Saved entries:

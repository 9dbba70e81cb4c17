use std::fmt;

/// A byte range in the input text.
#[derive(Clone, Copy, Debug, PartialEq, Eq, Default, serde::Serialize)]
pub struct Span {
    /// First byte.
    pub start: usize,
    /// One past the last byte.
    pub end: usize,
}

impl Span {
    /// A span from `start` to `end` (byte offsets).
    pub fn new(start: usize, end: usize) -> Span {
        Span { start, end }
    }
}

/// What went wrong reading or perceiving a molecule.
#[derive(Clone, Debug, PartialEq, Eq)]
#[non_exhaustive]
pub enum ErrorKind {
    /// The input was empty.
    Empty,
    /// A character that cannot start or continue SMILES here.
    UnexpectedCharacter,
    /// The input ended in the middle of an atom, bond or branch.
    UnexpectedEnd,
    /// A ring bond was opened and never closed.
    UnclosedRing,
    /// A valence no element allows (e.g. a five-bonded neutral carbon).
    Valence(String),
    /// Atoms written aromatic for which no Kekulé form exists.
    Kekulize,
    /// The input exceeds a size limit.
    TooLarge(String),
    /// Any other problem, in words.
    Other(String),
    /// A `(` never closed, or a `)` that closes no branch.
    UnmatchedParenthesis,
    /// An element symbol that does not exist, or one outside the organic subset written
    /// without brackets.
    UnknownElement,
}

/// An error about input: the input, the span at fault, and what is wrong.
///
/// Displayed as the message, the input on the next line and carets under the span:
///
/// ```text
/// unclosed ring bond '1'
/// C1CC
///  ^
/// ```
#[derive(Clone, Debug, PartialEq, Eq)]
pub struct Error {
    /// What is wrong.
    pub kind: ErrorKind,
    /// The input text.
    pub input: String,
    /// Where in the input (byte offsets).
    pub span: Span,
}

impl Error {
    /// An error of `kind` at `span` of `input`.
    pub fn new(kind: ErrorKind, input: &str, span: Span) -> Error {
        Error {
            kind,
            input: input.to_string(),
            span,
        }
    }

    /// The text under the span, or "" when the span is empty or not on char boundaries.
    pub fn spanned(&self) -> &str {
        self.input.get(self.span.start..self.span.end).unwrap_or("")
    }

    /// The message alone, without the input and carets.
    pub fn message(&self) -> String {
        let text = self.spanned();
        match &self.kind {
            ErrorKind::Empty => "empty input: no SMILES to read".to_string(),
            ErrorKind::UnexpectedCharacter => match text.chars().next() {
                Some(c) if c.is_control() || c.is_whitespace() => {
                    format!("unexpected character {:?} (U+{:04X})", c, c as u32)
                }
                Some(c) => format!("unexpected character '{c}'"),
                None => "unexpected character".to_string(),
            },
            ErrorKind::UnexpectedEnd => "unexpected end of input".to_string(),
            ErrorKind::UnclosedRing => format!("unclosed ring bond '{text}'"),
            ErrorKind::Valence(m) | ErrorKind::TooLarge(m) | ErrorKind::Other(m) => m.clone(),
            ErrorKind::Kekulize => {
                "no Kekulé form: the aromatic atoms cannot all take one double bond".to_string()
            }
            ErrorKind::UnmatchedParenthesis => {
                if text == ")" {
                    "unmatched ')': it closes no branch".to_string()
                } else {
                    "unmatched '(': branch never closed".to_string()
                }
            }
            ErrorKind::UnknownElement => {
                format!("unknown element '{text}' (symbols outside B C N O P S F Cl Br I go in brackets)")
            }
        }
    }
}

/// Inputs longer than this many characters are shown as a window around the span.
const SHOWN_WHOLE: usize = 120;
/// Characters shown on each side of the span in a window.
const CONTEXT: usize = 50;
/// Carets drawn at most; a longer span is marked by its first carets.
const MAX_CARETS: usize = 100;

impl fmt::Display for Error {
    fn fmt(&self, f: &mut fmt::Formatter<'_>) -> fmt::Result {
        // Offsets are bytes; the caret column counts characters so it lines up under
        // multi-byte text.
        let start = floor_boundary(&self.input, self.span.start);
        let end = floor_boundary(&self.input, self.span.end.max(start));
        let column = self.input[..start].chars().count();
        let width = self.input[start..end].chars().count().max(1);
        let total = self.input.chars().count();
        if total <= SHOWN_WHOLE {
            return write!(
                f,
                "{}\n{}\n{}{}",
                self.message(),
                self.input,
                " ".repeat(column),
                "^".repeat(width)
            );
        }
        // A long input (a polymer, a whole file pasted on one line) is cut to a window so
        // the message stays readable; "..." marks the cuts.
        let from = column.saturating_sub(CONTEXT);
        let to = (column + width.min(MAX_CARETS) + CONTEXT).min(total);
        let shown: String = self.input.chars().skip(from).take(to - from).collect();
        let (lead, offset) = if from > 0 { ("...", 3) } else { ("", 0) };
        let tail = if to < total { "..." } else { "" };
        write!(
            f,
            "{}\n{lead}{shown}{tail}\n{}{}",
            self.message(),
            " ".repeat(column - from + offset),
            "^".repeat(width.min(MAX_CARETS))
        )
    }
}

fn floor_boundary(s: &str, mut i: usize) -> usize {
    i = i.min(s.len());
    while !s.is_char_boundary(i) {
        i -= 1;
    }
    i
}

impl std::error::Error for Error {}

#[cfg(test)]
mod tests {
    use super::*;

    #[test]
    fn caret_counts_characters_before_the_span() {
        let input = "é)";
        let e = Error::new(ErrorKind::UnmatchedParenthesis, input, Span::new(2, 3));
        assert_eq!(e.to_string(), "unmatched ')': it closes no branch\né)\n ^");
    }

    #[test]
    fn long_input_is_shown_as_a_window_around_the_span() {
        let input = format!("{}X{}", "C".repeat(200), "C".repeat(200));
        let e = Error::new(ErrorKind::UnexpectedCharacter, &input, Span::new(200, 201));
        let want = format!(
            "unexpected character 'X'\n...{}X{}...\n{}^",
            "C".repeat(50),
            "C".repeat(50),
            " ".repeat(53)
        );
        assert_eq!(e.to_string(), want);
    }

    #[test]
    fn caret_at_end_of_input() {
        let e = Error::new(ErrorKind::UnexpectedEnd, "CC(", Span::new(3, 3));
        assert_eq!(e.to_string(), "unexpected end of input\nCC(\n   ^");
    }
}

# What the task requires:
From the first line to the last, retype the records exactly as they stand above.

# Your solution:
repository 9dbba70e81cb4c17
use std::fmt;

/// A byte range in the input text.
#[derive(Clone, Copy, Debug, PartialEq, Eq, Default, serde::Serialize)]
pub struct Span {
    /// First byte.
    pub start: usize,
    /// One past the last byte.
    pub end: usize,
}

impl Span {
    /// A span from `start` to `end` (byte offsets).
    pub fn new(start: usize, end: usize) -> Span {
        Span { start, end }
    }
}

/// What went wrong reading or perceiving a molecule.
#[derive(Clone, Debug, PartialEq, Eq)]
#[non_exhaustive]
pub enum ErrorKind {
    /// The input was empty.
    Empty,
    /// A character that cannot start or continue SMILES here.
    UnexpectedCharacter,
    /// The input ended in the middle of an atom, bond or branch.
    UnexpectedEnd,
    /// A ring bond was opened and never closed.
    UnclosedRing,
    /// A valence no element allows (e.g. a five-bonded neutral carbon).
    Valence(String),
    /// Atoms written aromatic for which no Kekulé form exists.
    Kekulize,
    /// The input exceeds a size limit.
    TooLarge(String),
    /// Any other problem, in words.
    Other(String),
    /// A `(` never closed, or a `)` that closes no branch.
    UnmatchedParenthesis,
    /// An element symbol that does not exist, or one outside the organic subset written
    /// without brackets.
    UnknownElement,
}

/// An error about input: the input, the span at fault, and what is wrong.
///
/// Displayed as the message, the input on the next line and carets under the span:
///
/// ```text
/// unclosed ring bond '1'
/// C1CC
///  ^
/// ```
#[derive(Clone, Debug, PartialEq, Eq)]
pub struct Error {
    /// What is wrong.
    pub kind: ErrorKind,
    /// The input text.
    pub input: String,
    /// Where in the input (byte offsets).
    pub span: Span,
}

impl Error {
    /// An error of `kind` at `span` of `input`.
    pub fn new(kind: ErrorKind, input: &str, span: Span) -> Error {
        Error {
            kind,
            input: input.to_string(),
            span,
        }
    }

    /// The text under the span, or "" when the span is empty or not on char boundaries.
    pub fn spanned(&self) -> &str {
        self.input.get(self.span.start..self.span.end).unwrap_or("")
    }

    /// The message alone, without the input and carets.
    pub fn message(&self) -> String {
        let text = self.spanned();
        match &self.kind {
            ErrorKind::Empty => "empty input: no SMILES to read".to_string(),
            ErrorKind::UnexpectedCharacter => match text.chars().next() {
                Some(c) if c.is_control() || c.is_whitespace() => {
                    format!("unexpected character {:?} (U+{:04X})", c, c as u32)
                }
                Some(c) => format!("unexpected character '{c}'"),
                None => "unexpected character".to_string(),
            },
            ErrorKind::UnexpectedEnd => "unexpected end of input".to_string(),
            ErrorKind::UnclosedRing => format!("unclosed ring bond '{text}'"),
            ErrorKind::Valence(m) | ErrorKind::TooLarge(m) | ErrorKind::Other(m) => m.clone(),
            ErrorKind::Kekulize => {
                "no Kekulé form: the aromatic atoms cannot all take one double bond".to_string()
            }
            ErrorKind::UnmatchedParenthesis => {
                if text == ")" {
                    "unmatched ')': it closes no branch".to_string()
                } else {
                    "unmatched '(': branch never closed".to_string()
                }
            }
            ErrorKind::UnknownElement => {
                format!("unknown element '{text}' (symbols outside B C N O P S F Cl Br I go in brackets)")
            }
        }
    }
}

/// Inputs longer than this many characters are shown as a window around the span.
const SHOWN_WHOLE: usize = 120;
/// Characters shown on each side of the span in a window.
const CONTEXT: usize = 50;
/// Carets drawn at most; a longer span is marked by its first carets.
const MAX_CARETS: usize = 100;

impl fmt::Display for Error {
    fn fmt(&self, f: &mut fmt::Formatter<'_>) -> fmt::Result {
        // Offsets are bytes; the caret column counts characters so it lines up under
        // multi-byte text.
        let start = floor_boundary(&self.input, self.span.start);
        let end = floor_boundary(&self.input, self.span.end.max(start));
        let column = self.input[..start].chars().count();
        let width = self.input[start..end].chars().count().max(1);
        let total = self.input.chars().count();
        if total <= SHOWN_WHOLE {
            return write!(
                f,
                "{}\n{}\n{}{}",
                self.message(),
                self.input,
                " ".repeat(column),
                "^".repeat(width)
            );
        }
        // A long input (a polymer, a whole file pasted on one line) is cut to a window so
        // the message stays readable; "..." marks the cuts.
        let from = column.saturating_sub(CONTEXT);
        let to = (column + width.min(MAX_CARETS) + CONTEXT).min(total);
        let shown: String = self.input.chars().skip(from).take(to - from).collect();
        let (lead, offset) = if from > 0 { ("...", 3) } else { ("", 0) };
        let tail = if to < total { "..." } else { "" };
        write!(
            f,
            "{}\n{lead}{shown}{tail}\n{}{}",
            self.message(),
            " ".repeat(column - from + offset),
            "^".repeat(width.min(MAX_CARETS))
        )
    }
}

fn floor_boundary(s: &str, mut i: usize) -> usize {
    i = i.min(s.len());
    while !s.is_char_boundary(i) {
        i -= 1;
    }
    i
}

impl std::error::Error for Error {}

#[cfg(test)]
mod tests {
    use super::*;

    #[test]
    fn caret_counts_characters_before_the_span() {
        let input = "é)";
        let e = Error::new(ErrorKind::UnmatchedParenthesis, input, Span::new(2, 3));
        assert_eq!(e.to_string(), "unmatched ')': it closes no branch\né)\n ^");
    }

    #[test]
    fn long_input_is_shown_as_a_window_around_the_span() {
        let input = format!("{}X{}", "C".repeat(200), "C".repeat(200));
        let e = Error::new(ErrorKind::UnexpectedCharacter, &input, Span::new(200, 201));
        let want = format!(
            "unexpected character 'X'\n...{}X{}...\n{}^",
            "C".repeat(50),
            "C".repeat(50),
            " ".repeat(53)
        );
        assert_eq!(e.to_string(), want);
    }

    #[test]
    fn caret_at_end_of_input() {
        let e = Error::new(ErrorKind::UnexpectedEnd, "CC(", Span::new(3, 3));
        assert_eq!(e.to_string(), "unexpected end of input\nCC(\n   ^");
    }
}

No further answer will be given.